People are concerned that this would just begin a court-packing war, and Republicans will add more judges when they take the government back. That’s why voting rights and other pro-democracy reforms have to be a priority for the next Democratic Congress. Then, unless they pull back from right-wing extremism, they’ll have a harder time taking the government back.

Also, Jacob Hale Russell, an assistant professor of law at Rutgers, recently argued in Time that there need to be 27 justices on the Supreme Court. I’ll let you read his entire argument for how he arrived at the number 27, but his basic argument is that with more justices it takes away the impact of the one to four appointments most presidents make.

And since all federal judges serve lifetime appointments, per the Constitution, I say add more judges to other courts also, as needed.

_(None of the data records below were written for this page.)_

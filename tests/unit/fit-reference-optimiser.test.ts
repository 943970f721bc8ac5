// Gatewell's Hill fits agree with an independent optimiser (ml-levenberg-marquardt) on generated data. Nothing
// of Gatewell's model enters the reference: the data are generated and the reference fits with the Hill
// equation as written out below, and the reference takes its own finite-difference Jacobian. This fails if
// Gatewell's model, its analytic derivatives or its optimiser went wrong in a way that moves the fit.
import { levenbergMarquardt } from 'ml-levenberg-marquardt';
import { describe, expect, test } from 'vitest';
import { fitHillCurve } from '@/lib/science/fit/hill-curve';
import { resolveHillFitOptions } from '@/lib/science/fit/hill-options';

/**
 * The Hill equation (Hill 1910) as the four-parameter logistic in x = log10 of the concentration in µM:
 * block = bottom + (top − bottom) / (1 + 10^(h · (log10 IC50 − x))); the two-parameter form has bottom 0,
 * top 1. Written here by hand, independent of lib/science.
 */
function hill(x: number, [log10Ic50, slope, bottom = 0, top = 1]: readonly number[]): number {
  return bottom! + (top! - bottom!) / (1 + 10 ** (slope! * (log10Ic50! - x)));
}

/** Deterministic Gaussian noise (mulberry32 + Box–Muller) so the generated data are the same every run. */
function gaussian(seed: number): () => number {
  let state = seed >>> 0;
  const uniform = () => {
    state = (state + 0x6d2b79f5) >>> 0;
    let t = state;
    t = Math.imul(t ^ (t >>> 15), t | 1);
    t ^= t + Math.imul(t ^ (t >>> 7), t | 61);
    return ((t ^ (t >>> 14)) >>> 0) / 4294967296;
  };
  return () => Math.sqrt(-2 * Math.log(1 - uniform())) * Math.cos(2 * Math.PI * uniform());
}

const CONCENTRATIONS_uM = [0.01, 0.03, 0.1, 0.3, 1, 3, 10, 30];

function generate(ic50_uM: number, slope: number, bottom: number, top: number, seed: number) {
  const noise = gaussian(seed);
  const concentration: number[] = [];
  const block: number[] = [];
  for (const c of CONCENTRATIONS_uM) {
    for (let replicate = 0; replicate < 3; replicate++) {
      concentration.push(c);
      block.push(hill(Math.log10(c), [Math.log10(ic50_uM), slope, bottom, top]) + 0.03 * noise());
    }
  }
  return { concentration, block };
}

/**
 * The reference optimiser on the hand-written Hill equation: its own damping scheme and stopping rule, and
 * its own central-difference Jacobian (step 1e-7). The comparison is with where it stopped.
 */
function referenceFit(x: number[], y: number[], start: number[]) {
  return levenbergMarquardt({ x, y }, (p: number[]) => (xi: number) => hill(xi, p), {
    initialValues: start,
    gradientDifference: 1e-7,
    centralDifference: true,
    maxIterations: 5000,
    errorTolerance: 1e-12,
    damping: 1e-2,
  });
}

describe.each([
  ['hill2', 0.2, 0.8, 0, 1, 11],
  ['hill2', 1.5, 1.2, 0, 1, 12],
  ['hill2', 4, 1.7, 0, 1, 13],
  ['hill4', 0.5, 1, 0.05, 0.95, 14],
  ['hill4', 2, 1.4, -0.03, 1.02, 15],
] as const)('%s, IC50 %f µM, slope %f', (model, ic50, slope, bottom, top, seed) => {
  const data = generate(ic50, slope, bottom, top, seed);
  const ours = fitHillCurve(data.concentration, data.block, resolveHillFitOptions({ model }));
  const x = data.concentration.map((c) => Math.log10(c));
  const start = model === 'hill2' ? [0, 1] : [0, 1, 0, 1];
  const reference = referenceFit(x, data.block, start);

  test('parameters agree with the reference optimiser', () => {
    expect(ours.converged).toBe(true);
    const mine = [ours.log10Ic50, ours.hillSlope, ours.bottom, ours.top].slice(0, start.length);
    mine.forEach((value, j) => expect(Math.abs(value - reference.parameterValues[j]!)).toBeLessThan(1e-5));
  });

  test('our residual sum of squares is no larger than the reference optimiser’s', () => {
    expect(ours.rss).toBeLessThanOrEqual(reference.parameterError * (1 + 1e-9));
  });
});
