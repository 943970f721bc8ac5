import { describe, expect, test } from 'vitest';
import { analysePlate, fitKey, type AnalysisReadout, type AnalysisWell } from '@/lib/science/plate-analysis';

// Noise-free generated plate: currents follow simple pore block, block = 1/(1+(IC50/C)^h)
// (Mirams et al. 2011, Cardiovasc Res 91:53–61; pore-block-mirams-2011.json in tests/fixtures/check-values),
// so the fit must return the generating IC50.
const TRUE_IC50_UM = 0.3;
const TRUE_HILL = 1.2;
const CONCENTRATIONS_UM = [0.01, 0.03, 0.1, 0.3, 1, 3, 10];

function plate() {
  const wells: AnalysisWell[] = [];
  const readouts: AnalysisReadout[] = [];
  const base = { sealResistance_GOhm: 2, seriesResistance_MOhm: 8, capacitance_pF: 20, excluded: false };
  const add = (
    id: string,
    role: AnalysisWell['role'],
    concentration: number | null,
    ratio: number,
    extra: Partial<AnalysisWell> = {},
  ) => {
    wells.push({
      id,
      role,
      compoundId: role === 'test' ? 'C1' : null,
      concentration_uM: concentration,
      ...base,
      ...extra,
    });
    readouts.push({
      id: `r-${id}`,
      wellId: id,
      target: 'Nav',
      controlCurrent_pA: -1000,
      compoundCurrent_pA: -1000 * ratio,
    });
  };
  for (let i = 0; i < 4; i += 1) add(`veh${i}`, 'vehicle', 0, 1);
  for (let i = 0; i < 4; i += 1) add(`ref${i}`, 'reference', 1, 0);
  CONCENTRATIONS_UM.forEach((c, i) => {
    const block = 1 / (1 + (TRUE_IC50_UM / c) ** TRUE_HILL);
    add(`t${i}a`, 'test', c, 1 - block);
    add(`t${i}b`, 'test', c, 1 - block);
  });
  return { wells, readouts };
}

describe('plate analysis', () => {
  test('a noise-free plate returns the generating IC50 and Hill slope', () => {
    const { wells, readouts } = plate();
    const analysis = analysePlate(wells, readouts);
    const fit = analysis.fits.find((f) => f.compoundId === 'C1')!;
    expect(fit.result.status).toBe('fitted');
    expect(fit.result.ic50_uM).toBeCloseTo(TRUE_IC50_UM, 6);
    expect(fit.result.hillSlope).toBeCloseTo(TRUE_HILL, 6);
    expect(fit.result.n).toBe(14);
  });

  test('a well failing QC and a well excluded by a person are both left out of the fit', () => {
    const { wells, readouts } = plate();
    wells.find((w) => w.id === 't0a')!.sealResistance_GOhm = 0.1;
    wells.find((w) => w.id === 't1a')!.excluded = true;
    const analysis = analysePlate(wells, readouts, { thresholds: { sealResistanceMin_GOhm: 0.5 } });
    const r = (id: string) => analysis.readouts.find((x) => x.id === `r-${id}`)!;
    expect(r('t0a').qcReasons.map((q) => q.code)).toEqual(['seal_resistance_low']);
    expect(r('t0a').used).toBe(false);
    expect(r('t1a').used).toBe(false);
    expect(r('t1a').block).not.toBeNull();
    expect(analysis.fits[0]!.result.n).toBe(12);
  });

  test('the chosen model per compound × target is used', () => {
    const { wells, readouts } = plate();
    const analysis = analysePlate(wells, readouts, { models: { [fitKey('C1', 'Nav')]: 'hill4' } });
    expect(analysis.fits[0]!.model).toBe('hill4');
    expect(analysis.fits[0]!.result.ic50_uM).toBeCloseTo(TRUE_IC50_UM, 4);
  });

  test('Z′ per target comes from vehicle and reference wells', () => {
    const { wells, readouts } = plate();
    const [target] = analysePlate(wells, readouts).targets;
    // Identical controls: σ = 0, so Z′ = 1 − 0/|μp − μn| = 1 (Zhang, Chung & Oldenburg 1999 definition,
    // zprime-zhang-1999.json).
    expect(target!.zPrime.zPrime).toBeCloseTo(1, 12);
  });
});
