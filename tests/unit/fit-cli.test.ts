// scripts/fit.ts end to end: valid input prints the fit as JSON, invalid input names the fault.
import { spawnSync } from 'node:child_process';
import { mkdtempSync, rmSync, writeFileSync } from 'node:fs';
import { tmpdir } from 'node:os';
import { join, resolve } from 'node:path';
import { afterAll, describe, expect, test } from 'vitest';

const root = resolve(__dirname, '../..');
const tsx = join(root, 'node_modules', '.bin', 'tsx');
const dir = mkdtempSync(join(tmpdir(), 'gatewell-fit-cli-'));
afterAll(() => rmSync(dir, { recursive: true, force: true }));

function run(content: string | null, name = 'input.json') {
  const file = join(dir, name);
  if (content !== null) writeFileSync(file, content);
  const out = spawnSync(tsx, [join(root, 'scripts', 'fit.ts'), file], { encoding: 'utf8', cwd: root });
  return { code: out.status, stdout: out.stdout, stderr: out.stderr };
}

const KEYS = [
  'status',
  'ic50_uM',
  'ic50_ci95_uM',
  'log10_ic50_se',
  'hill',
  'top',
  'bottom',
  'r2',
  'n',
  'message',
];

describe('fit CLI', () => {
  test('fits a curve and prints every field', () => {
    // Block = 1/(1 + 2/C), i.e. IC50 2 µM and Hill slope 1 (Hill equation, computed by hand).
    const points = [0.5, 1, 2, 4, 8, 16].map((c) => ({ concentration_uM: c, block: 1 / (1 + 2 / c) }));
    const { code, stdout } = run(JSON.stringify({ model: 'hill2', points }));
    expect(code).toBe(0);
    const result = JSON.parse(stdout);
    expect(Object.keys(result)).toEqual(KEYS);
    expect(result).toMatchObject({ status: 'fitted', top: 1, bottom: 0, n: 6 });
    expect(result.ic50_uM).toBeCloseTo(2, 6);
    expect(result.hill).toBeCloseTo(1, 6);
  });

  test('a curve with no fit prints nulls and the reason', () => {
    const { code, stdout } = run(
      JSON.stringify({
        points: [
          { concentration_uM: 1, block: 0.2 },
          { concentration_uM: 10, block: 0.7 },
        ],
      }),
    );
    expect(code).toBe(0);
    expect(JSON.parse(stdout)).toEqual({
      status: 'insufficient',
      ic50_uM: null,
      ic50_ci95_uM: null,
      log10_ic50_se: null,
      hill: null,
      top: null,
      bottom: null,
      r2: null,
      n: 2,
      message: '2 distinct concentrations in use; a hill2 fit needs at least 3.',
    });
  });

  test.each([
    ['not JSON', '{"model": "hill2",', 'is not valid JSON'],
    [
      'unknown model',
      '{"model":"hill3","points":[{"concentration_uM":1,"block":0.5}]}',
      "model: must be 'hill2' or 'hill4'",
    ],
    ['points missing', '{"model":"hill2"}', 'points: must be a list of points'],
    ['no points', '{"points":[]}', 'points: must hold at least one point'],
    [
      'text concentration',
      '{"points":[{"concentration_uM":1,"block":0.1},{"concentration_uM":"3","block":0.4}]}',
      'points[1].concentration_uM: must be a number (µM)',
    ],
    [
      'negative concentration',
      '{"points":[{"concentration_uM":-1,"block":0.1}]}',
      'points[0].concentration_uM: must be ≥ 0 µM',
    ],
    [
      'null block',
      '{"points":[{"concentration_uM":1,"block":0.1},{"concentration_uM":2,"block":0.2},{"concentration_uM":3,"block":null}]}',
      'points[2].block: must be a number (fractional block)',
    ],
    [
      'extra field',
      '{"points":[{"concentration_uM":1,"block":0.1,"well":"A1"}]}',
      'points[0]: Unrecognized key: "well"',
    ],
    ['top level is a list', '[1, 2]', '(top level):'],
  ])('%s: exit 1 and names the fault', (_case, content, message) => {
    const { code, stdout, stderr } = run(content);
    expect(code).toBe(1);
    expect(stdout).toBe('');
    expect(stderr).toContain(message);
  });

  test('a missing file: exit 1 and says it cannot be read', () => {
    const { code, stderr } = run(null, 'absent.json');
    expect(code).toBe(1);
    expect(stderr).toContain('cannot read');
    expect(stderr).toContain('ENOENT');
  });
});
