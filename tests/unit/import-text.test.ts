import utf8 from '../fixtures/check-values/utf8-well-formed-unicode.json';
import { describe, expect, test } from 'vitest';
import { sniffUpload } from '@/lib/imports/sniff-upload';
import { decodeText, firstInvalidUtf8 } from '@/lib/imports/text-decoding';

// Well-formed UTF-8 byte sequences: RFC 3629 section 4 and the Unicode Standard, table 3-7
// (utf8-well-formed-unicode.json in tests/fixtures/check-values).
describe('firstInvalidUtf8', () => {
  const cases: [string, number[], number][] = [
    ['ASCII', [0x41, 0x42], 2],
    ['µ (C2 B5)', [0x41, 0xc2, 0xb5], 3],
    ['Ω (E2 84 A6)', [0xe2, 0x84, 0xa6], 3],
    ['a four-byte code point (F0 9F 98 80)', [0xf0, 0x9f, 0x98, 0x80], 4],
    ['a lone Latin-1 byte', [0x41, 0xb5, 0x41], 1],
    ['an overlong two-byte form (C0 AF)', [0xc0, 0xaf], 0],
    ['an overlong three-byte form (E0 80 AF)', [0x41, 0xe0, 0x80, 0xaf], 1],
    ['a surrogate (ED A0 80)', [0xed, 0xa0, 0x80], 0],
    ['above U+10FFFF (F4 90 80 80)', [0xf4, 0x90, 0x80, 0x80], 0],
    ['a truncated sequence at the end', [0x41, 0xe2, 0x84], 1],
  ];
  test.each(cases)('%s', (_name, bytes, expected) => {
    expect(firstInvalidUtf8(new Uint8Array(bytes))).toBe(expected);
  });

  test('the expected offsets above agree with a plain reading of table 3-7', () => {
    // Each row of the table: the allowed range of each byte ("C2..DF", or one byte "E0").
    const rows = utf8.wellFormedSequences.map((row) =>
      row.bytes.map((range) => {
        const [lo, hi = lo] = range.split('..').map((hex) => parseInt(hex, 16));
        return [lo!, hi!] as const;
      }),
    );
    const firstIllFormed = (bytes: number[]) => {
      let i = 0;
      while (i < bytes.length) {
        const at = i;
        const row = rows.find((r) =>
          r.every(([lo, hi], k) => at + k < bytes.length && bytes[at + k]! >= lo && bytes[at + k]! <= hi),
        );
        if (!row) return i;
        i += row.length;
      }
      return i;
    };
    for (const [, bytes, expected] of cases) expect(firstIllFormed(bytes)).toBe(expected);
  });
});

describe('decodeText', () => {
  test('drops a UTF-8 byte-order mark and reports where bad bytes are, counting lines', () => {
    expect(decodeText(new Uint8Array([0xef, 0xbb, 0xbf, 0x41]))).toEqual({ ok: true, text: 'A' });
    expect(decodeText(new Uint8Array([0xef, 0xbb, 0xbf, 0x41, 0x0a, 0x42, 0xff]))).toEqual({
      ok: false,
      offset: 6,
      line: 2,
      byte: 0xff,
    });
  });
});

describe('sniffUpload', () => {
  const bytes = (...values: number[]) => new Uint8Array(values);
  test.each<[string, Uint8Array, string, string]>([
    ['a ZIP is an xlsx workbook', bytes(0x50, 0x4b, 0x03, 0x04, 0), 'plate.csv', 'workbook'],
    [
      'a compound file is an xls workbook',
      bytes(0xd0, 0xcf, 0x11, 0xe0, 0xa1, 0xb1, 0x1a, 0xe1),
      'plate.xlsx',
      'workbook',
    ],
    ['a PDF is refused', bytes(0x25, 0x50, 0x44, 0x46, 0x2d), 'plate.xlsx', 'refused'],
    [
      'text with commas is delimited text, whatever its name',
      new TextEncoder().encode('Well,Conc\n'),
      'plate.xlsx',
      'delimited',
    ],
    [
      'a CSV with a title row named .xlsx is delimited text',
      new TextEncoder().encode('Instrument run 12\n\nWell,Compound,Conc\nA01,DMSO,\nA02,GW-1,3\n'),
      'plate.xlsx',
      'delimited',
    ],
    [
      'tab-separated text named .ods is delimited text',
      new TextEncoder().encode('Well\tConc\tTarget\nA01\t3\tKv7.2\n'),
      'plate.ods',
      'delimited',
    ],
    [
      'semicolons after a sep= hint, named without an extension',
      new TextEncoder().encode('sep=;\nWell;Conc;Target\nA01;3,5;Kv7.2\n'),
      'plate',
      'delimited',
    ],
    [
      'a free-text comment column does not hide the table',
      new TextEncoder().encode(
        'Well,Conc,Comment\nA01,3,seal was lost after the second addition of compound\nA02,1,fine\n',
      ),
      'plate.xlsx',
      'delimited',
    ],
    [
      'prose whose lines hold commas is refused, whatever its name',
      new TextEncoder().encode(
        'Dear team, the run on rig 2 failed this morning.\nThe seal was poor, and we stopped.\nRegards, Ann\n',
      ),
      'plate.xlsx',
      'refused',
    ],
    ['one line of words is refused', new TextEncoder().encode('hello there\n'), 'plate.xls', 'refused'],
    [
      'a table page named .xlsx is markup',
      new TextEncoder().encode('<html><body><table><tr><td>Well</td></tr></table></body></html>'),
      'plate.xlsx',
      'markup',
    ],
    [
      'prose named .csv is taken at its name (the check step then finds no header row)',
      new TextEncoder().encode('hello there\n'),
      'plate.csv',
      'delimited',
    ],
    [
      'a table page named .xls is markup',
      new TextEncoder().encode('<table><tr><td>Well</td></tr></table>'),
      'plate.xls',
      'markup',
    ],
  ])('%s', (_name, input, filename, kind) => {
    expect(sniffUpload(input, filename).kind).toBe(kind);
  });
});
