import { describe, expect, test } from 'vitest';
import { z } from 'zod';
import { ROLES } from '@/lib/domain/roles';
import { ROLE_CHOICES } from '@/components/users/role-choices';
import { changeRolesSchema, createUserSchema, resetPasswordSchema } from '@/lib/validation/users';

const errorsOf = (schema: z.ZodType, input: unknown) => {
  const parsed = schema.safeParse(input);
  return parsed.success ? {} : z.flattenError(parsed.error).fieldErrors;
};

describe('user administration forms', () => {
  test('checkbox roles arrive as nothing, one value or several, and come out sorted without repeats', () => {
    const base = { name: 'Nia', email: ' Nia@Example.org ' };
    // Without a choice of how the person gets in, a one-time password (as before invitations by link).
    expect(createUserSchema.parse(base)).toEqual({
      name: 'Nia',
      email: 'nia@example.org',
      roles: [],
      access: 'password',
    });
    expect(createUserSchema.parse({ ...base, access: 'link', password: '' })).toEqual({
      name: 'Nia',
      email: 'nia@example.org',
      roles: [],
      access: 'link',
    });
    expect(createUserSchema.parse({ ...base, roles: 'chemist' }).roles).toEqual(['chemist']);
    expect(
      createUserSchema.parse({ ...base, roles: ['admin', 'chemist', 'admin'], password: '' }).roles,
    ).toEqual(['admin', 'chemist']);
  });

  test.each([
    [createUserSchema, {}, { name: ['Enter the person’s name.'], email: ['Enter an e-mail address.'] }],
    [
      createUserSchema,
      { name: ' ', email: 'nia', roles: ['owner'] },
      {
        name: ['Enter the person’s name.'],
        email: ['Enter a valid e-mail address.'],
        roles: ['Choose roles from the list.'],
      },
    ],
    [
      createUserSchema,
      { name: 'Nia', email: 'nia@example.org', password: 'short' },
      { password: ['Use at least 10 characters.'] },
    ],
    [
      createUserSchema,
      { name: 'Nia', email: 'nia@example.org', access: 'invite' },
      { access: ['Choose how the person gets in.'] },
    ],
    [
      changeRolesSchema,
      { userId: 'x', roles: [], reason: 'no' },
      {
        userId: ['This user does not exist.'],
        reason: ['Say why (at least 3 characters); the audit trail keeps the reason.'],
      },
    ],
    [
      resetPasswordSchema,
      { userId: '00000000-0000-4000-8000-000000000000', reason: 'x'.repeat(501) },
      { reason: ['Keep the reason under 500 characters.'] },
    ],
  ])('refuses %#: %o with messages by field', (schema, input, expected) => {
    expect(errorsOf(schema, input)).toEqual(expected);
  });

  test('every role is offered in the forms with its duty', () => {
    expect(ROLE_CHOICES.map((choice) => choice.role).sort()).toEqual([...ROLES].sort());
  });
});
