// Z′ factor, its bands and the plate limit. Published values: tests/fixtures/check-values/zprime-zhang-1999.json.
import zhang from '../fixtures/check-values/zprime-zhang-1999.json';
import { describe, expect, test } from 'vitest';
import { plateZPrime, zPrimeBand, zPrimeFromStatistics } from '@/lib/science/qc/zprime';

describe('Z′ (Zhang, Chung & Oldenburg 1999, J Biomol Screen 4:67–73)', () => {
  test('worked case: μp 100, σp 5, μn 10, σn 5 gives Z′ = 0.6667 (zprime-zhang-1999.json)', () => {
    // Zhang et al. 1999 worked case, Z′ = 1 − 3(5 + 5)/|100 − 10| = 0.6667.
    const { positive, negative, zPrime } = zhang.workedCase;
    expect(zPrimeFromStatistics(positive, negative)).toBeCloseTo(zPrime, 4);
  });

  // Zhang et al. 1999 bands (zprime-zhang-1999.json): 0.5 ≤ Z′ < 1 excellent (1 ideal), 0 < Z′ < 0.5 marginal,
  // Z′ ≤ 0 unusable. Each band's edges, and a point 1e-4 inside the next band.
  const { excellent, marginal, unusable } = zhang.bands;
  test.each([
    [excellent.max_inclusive, 'excellent'],
    [excellent.min_inclusive, 'excellent'],
    [marginal.max_exclusive - 1e-4, 'marginal'],
    [marginal.min_exclusive + 1e-4, 'marginal'],
    [unusable.max_inclusive, 'unusable'],
    [-2, 'unusable'],
  ] as const)('Z′ %f is %s', (z, band) => {
    expect(zPrimeBand(z)).toBe(band);
  });

  test('from well values: sample SDs of the reference and vehicle wells', () => {
    // Reference block 0.9, 1.0, 1.1 (mean 1, sample SD 0.1); vehicle −0.05, 0, 0.05 (mean 0, SD 0.05):
    // Z′ = 1 − 3(0.1 + 0.05)/1 = 0.55, by hand.
    const result = plateZPrime([0.9, 1.0, 1.1], [-0.05, 0, 0.05]);
    expect(result.zPrime).toBeCloseTo(0.55, 12);
    // The default limit is the Z′ > 0.5 usually required (zprime-zhang-1999.json).
    expect(result).toMatchObject({ band: 'excellent', passes: true, limit: zhang.usuallyRequiredMinimum });
    expect(result.reference).toMatchObject({ n: 3 });
    expect(result.reference.sd).toBeCloseTo(0.1, 12);
  });

  test('below the screen limit the plate fails and says so', () => {
    const result = plateZPrime([0.9, 1.0, 1.1], [-0.05, 0, 0.05], 0.6);
    expect(result.passes).toBe(false);
    expect(result.message).toBe("Z′ 0.55 (excellent) is below the screen's limit of 0.6.");
  });

  test.each([
    [[1], [0, 0.1], 'Z′ needs at least 2 reference and 2 vehicle wells; 1 and 2 in use.'],
    [[0.5, 0.5], [0.4, 0.6], 'Reference and vehicle wells have the same mean: no assay window.'],
  ])('no Z′ when it cannot be formed: %j vs %j', (reference, vehicle, message) => {
    const result = plateZPrime(reference, vehicle);
    expect(result.zPrime).toBeNull();
    expect(result.passes).toBe(false);
    expect(result.message).toBe(message);
  });
});
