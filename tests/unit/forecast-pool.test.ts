// The worker-thread pool gives exactly the in-thread forecast, and caches results.
import { afterAll, beforeEach, expect, test } from 'vitest';
import { computeForecast } from '@/lib/science/forecast/forecast';
import {
  clearForecastCache,
  closeForecastPool,
  FORECAST_WORKER_FILE,
  forecastPoolStats,
  runForecast,
} from '@/lib/compute/forecast-pool';
import { ForecastRequestError } from '@/lib/science/forecast/request-schema';

afterAll(closeForecastPool);
beforeEach(clearForecastCache);

const request = {
  preset: 'pospischil-rs-2008',
  potencies: { gNa: { ic50: 1, hill: 1 }, gM: { ic50: 3, hill: 1.2 } },
  concentrations: [0.3, 3],
  protocol: { drives_uA_cm2: [4] },
  trace: { points: 300, condition: 1 },
} as const;

test('the worker file is resolved from the repository root', () => {
  expect(FORECAST_WORKER_FILE).toBe(`${process.cwd()}/lib/compute/forecast-worker.ts`);
});

test('runForecast on worker threads returns the same as computeForecast', async () => {
  const pooled = await runForecast(request);
  expect(pooled).toEqual(computeForecast(request));
  expect(pooled.conditions).toHaveLength(2);
  expect(pooled.traces?.condition).not.toBeNull();
});

test('a repeated forecast comes from the cache, one entry per condition and trace', async () => {
  const before = forecastPoolStats().tasksRun;
  const first = await runForecast(request);
  // Control, two conditions, two traces.
  expect(forecastPoolStats()).toEqual({ cachedResults: 5, tasksRun: before + 5 });
  const again = await runForecast(request);
  expect(again).toEqual(first);
  expect(forecastPoolStats()).toEqual({ cachedResults: 5, tasksRun: before + 5 });
  // A new concentration adds only its own condition.
  await runForecast({ ...request, concentrations: [0.3, 3, 10] });
  expect(forecastPoolStats()).toEqual({ cachedResults: 6, tasksRun: before + 6 });
});

test('simultaneous identical forecasts share the work', async () => {
  const before = forecastPoolStats().tasksRun;
  const [a, b] = await Promise.all([runForecast(request), runForecast(request)]);
  expect(a).toEqual(b);
  expect(a).not.toBe(b);
  expect(forecastPoolStats().tasksRun).toBe(before + 5);
});

test('an invalid request is refused before any work', async () => {
  await expect(runForecast({ preset: 'hh-squid-1952', block: { gM: 0.2 } })).rejects.toBeInstanceOf(
    ForecastRequestError,
  );
});
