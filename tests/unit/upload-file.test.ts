import { describe, expect, test } from 'vitest';
import { uploadedFile } from '@/lib/api/upload';

// A chosen file of 0 bytes is a file and is told it is empty; only a form without a file is asked for one.
describe('uploadedFile', () => {
  test('no file, or the nameless empty part a form sends when none is chosen, asks for a file', async () => {
    const choose = { code: 'invalid', message: 'Choose a file to upload (xlsx, xls or csv).' };
    await expect(uploadedFile(null)).rejects.toMatchObject(choose);
    await expect(uploadedFile(new File([], ''))).rejects.toMatchObject(choose);
  });

  test('a chosen file of 0 bytes is told the file is empty', async () => {
    await expect(uploadedFile(new File([], 'plate-07.xlsx'))).rejects.toMatchObject({
      code: 'invalid',
      message:
        'plate-07.xlsx is empty (0 bytes): the file holds nothing to import. Export the plate from the instrument again and upload that file.',
      details: { code: 'empty_file' },
    });
  });

  test('a file with bytes is read with its name and type', async () => {
    const file = new File(['Well\nA01\n'], 'plate.csv', { type: 'text/csv' });
    const read = await uploadedFile(file);
    expect(read).toMatchObject({ filename: 'plate.csv', mediaType: 'text/csv' });
    expect(new TextDecoder().decode(read.bytes)).toBe('Well\nA01\n');
  });
});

Will Joe Biden go along with this? I do not know. He may not know, either. He’s not a revolutionary sort of guy but is more comfortable cruising down the middle of the mainstream. But I believe, I hope, that if all our election hopes come to pass and Barrett is on the Court, that there will be enough pro-court-expanding sentiment among Democrats to persuade him to act.

Amy Barrett’s confirmation hearings start tomorrow. See also E.J. Dionne, The GOP is lying its way toward expanding the Supreme Court’s conservative majority.

The Supreme Court in 1894, a very conservative crew.